Stored data:
——————————
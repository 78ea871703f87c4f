// pcasweep/solve/basis.hpp — the result of a solve, as a value.
//
// Contract: components are orthonormal columns sorted by decreasing
// eigenvalue, each with a deterministic sign (its largest-magnitude entry is
// positive; on a tie the first such entry). Eigenvalues are of the sample
// covariance (divide by N−1) in the samples' native units. total_variance is
// the trace of that covariance, computed directly from the data, so it is
// known even when only r < d eigenvalues were computed.
#pragma once

#include <Eigen/Dense>
#include <cstdint>
#include <string>

namespace pcasweep {

struct Basis {
  Eigen::VectorXd mean;          // d
  Eigen::MatrixXd components;    // d×r, orthonormal columns
  Eigen::VectorXd eigenvalues;   // r, decreasing, >= 0
  double total_variance = 0.0;   // trace of the covariance (sum over all d variables)
  Eigen::VectorXd variable_variances;  // d, the covariance's diagonal
  Eigen::Index observation_count = 0;  // N
  std::string solver;            // "exact" or "randomized"
  std::string solver_reason;     // why this solver ran, in words
  std::string precision = "double";  // of the products with the data: "double" or "single"

  // Filled by the randomized solver (solve/randomized.hpp); left as below by exact.
  std::string scheme;            // "block Krylov" (adaptive default) or "power iterations" (fixed q)
  Eigen::Index sample_size = 0;  // l = r + oversample, test vectors actually used (per Krylov block)
  Eigen::Index krylov_width = 0; // block Krylov: columns of the whole Krylov space (0 for power iterations)
  int oversample = 0;            // p
  int passes = 0;                // products with the data (A_c·W or A_cᵀ·Q), 2q+2 for q power iterations
  std::uint64_t seed = 0;        // test-matrix seed
  bool converged = true;         // adaptive rule met its tolerance (false: stopped at the pass cap)
  // Largest move of any of the leading r eigenvalue estimates at the last
  // step, relative to that eigenvalue (block Krylov: never to less than 1e-9
  // of the total variance); NaN when there was no earlier estimate.
  double last_relative_change = 0.0;
  // ‖A_c − P·A_c‖²_F/(N−1), P the projector on the l-dimensional sampled subspace
  // (block Krylov: the span of the l leading Ritz vectors): the variance that
  // subspace misses, = total_variance − Σ of all l captured σ²/(N−1).
  double subspace_residual = 0.0;
  // Rounding floor of that subtraction (Higham's γ_n·‖A_c‖²_F/(N−1), n = N + d);
  // a residual below it is clamped to it and only "≤ floor" is known.
  double residual_floor = 0.0;
  // Estimated relative excess of this basis's rank-r Frobenius error over the
  // optimal rank-r error (√(ours²/optimal²) − 1), extrapolated from the last
  // passes' convergence; 0 for the exact solver, NaN when it cannot be estimated.
  double optimality_gap_estimate = 0.0;

  Eigen::Index dimension() const { return mean.size(); }
  Eigen::Index rank() const { return eigenvalues.size(); }
  // True when every eigenvalue is known (r == d).
  bool complete() const { return rank() == dimension(); }
};

// Flips each column of `components` (d×r) so its largest-magnitude entry is positive.
void apply_sign_convention(Eigen::MatrixXd& components);

// Proportion of total variance per computed component: eigenvalues / total_variance. Size r.
Eigen::VectorXd proportions(const Basis& basis);

// Cumulative proportion after each computed component. Size r.
Eigen::VectorXd cumulative_proportions(const Basis& basis);

// Variance beyond the computed rank: total_variance − Σ eigenvalues, clamped
// at 0 (0 for a complete basis up to round-off). Returns a scalar in sample units².
double variance_beyond_rank(const Basis& basis);

}  // namespace pcasweep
——————————
- _Task description_:
The reply should consist solely of the lines of the data, exact, from the opening line through the line with "of the sample", inclusive.

- _Result for this exercise_:
repository 78ea871703f87c4f
// pcasweep/solve/basis.hpp — the result of a solve, as a value.
//
// Contract: components are orthonormal columns sorted by decreasing
// eigenvalue, each with a deterministic sign (its largest-magnitude entry is
// positive; on a tie the first such entry). Eigenvalues are of the sample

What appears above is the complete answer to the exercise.